What the exercise asks => From the first line to the last, give the data again exactly.

-------- Input data

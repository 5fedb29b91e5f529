/** What the tests of submissions begin with: a deliverable that was judged, and one that was submitted. */
import type { Knex } from 'knex';
import type { Answer } from '../../../src/server/refusals.ts';
import type { SubmissionRow } from '../../../src/domain/api/submissions.ts';
import { createSubmissions } from '../../../src/server/services/submissions.ts';
import { figures, makeDeliverable, type makeChain, type MadeDeliverable } from '../../factories/world.ts';
import { firstOf, valueOf } from '../answers.ts';

export type Chain = Awaited<ReturnType<typeof makeChain>>;

export const passing = figures();
/** Too loud and over true peak for `r128Body`. */
export const failing = figures({ integratedLufs: -19.2, maxDbtp: 0.4 });

export async function submit(
  chain: Pick<Chain, 'mixer' | 'channel'>,
  deliverable: Pick<MadeDeliverable, 'id'>,
  airAt: string | null = null,
): Promise<Answer<SubmissionRow>> {
  return firstOf(
    await createSubmissions(chain.mixer, [
      { deliverableId: deliverable.id, channelId: chain.channel.id, airAt },
    ]),
  );
}

/** A deliverable of the chain's mix engineer, measured and put to the chain's channel. */
export async function makeSubmitted(
  db: Knex,
  chain: Chain,
  given: Parameters<typeof makeDeliverable>[2] & { airAt?: string } = {},
): Promise<SubmissionRow> {
  const { airAt, ...rest } = given;
  const deliverable = await makeDeliverable(db, chain.mixer, { channelIds: [chain.channel.id], ...rest });
  return valueOf(await submit(chain, deliverable, airAt ?? null));
}

export const actionsOn = (db: Knex, submissionId: string): Promise<string[]> =>
  db('audit_events')
    .where({ subject_kind: 'submission', subject_id: submissionId })
    .orderBy('id')
    .pluck('action');

export const mailsAbout = (db: Knex, submissionId: string) =>
  db('mail_outbox').where('submission_id', submissionId).orderBy('created_at').orderBy('to_address');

----------------

Exercise solution =>
repository 5fedb29b91e5f529
/** What the tests of submissions begin with: a deliverable that was judged, and one that was submitted. */
import type { Knex } from 'knex';
import type { Answer } from '../../../src/server/refusals.ts';
import type { SubmissionRow } from '../../../src/domain/api/submissions.ts';
import { createSubmissions } from '../../../src/server/services/submissions.ts';
import { figures, makeDeliverable, type makeChain, type MadeDeliverable } from '../../factories/world.ts';
import { firstOf, valueOf } from '../answers.ts';

export type Chain = Awaited<ReturnType<typeof makeChain>>;

export const passing = figures();
/** Too loud and over true peak for `r128Body`. */
export const failing = figures({ integratedLufs: -19.2, maxDbtp: 0.4 });

export async function submit(
  chain: Pick<Chain, 'mixer' | 'channel'>,
  deliverable: Pick<MadeDeliverable, 'id'>,
  airAt: string | null = null,
): Promise<Answer<SubmissionRow>> {
  return firstOf(
    await createSubmissions(chain.mixer, [
      { deliverableId: deliverable.id, channelId: chain.channel.id, airAt },
    ]),
  );
}

/** A deliverable of the chain's mix engineer, measured and put to the chain's channel. */
export async function makeSubmitted(
  db: Knex,
  chain: Chain,
  given: Parameters<typeof makeDeliverable>[2] & { airAt?: string } = {},
): Promise<SubmissionRow> {
  const { airAt, ...rest } = given;
  const deliverable = await makeDeliverable(db, chain.mixer, { channelIds: [chain.channel.id], ...rest });
  return valueOf(await submit(chain, deliverable, airAt ?? null));
}

export const actionsOn = (db: Knex, submissionId: string): Promise<string[]> =>
  db('audit_events')
    .where({ subject_kind: 'submission', subject_id: submissionId })
    .orderBy('id')
    .pluck('action');

export const mailsAbout = (db: Knex, submissionId: string) =>
  db('mail_outbox').where('submission_id', submissionId).orderBy('created_at').orderBy('to_address');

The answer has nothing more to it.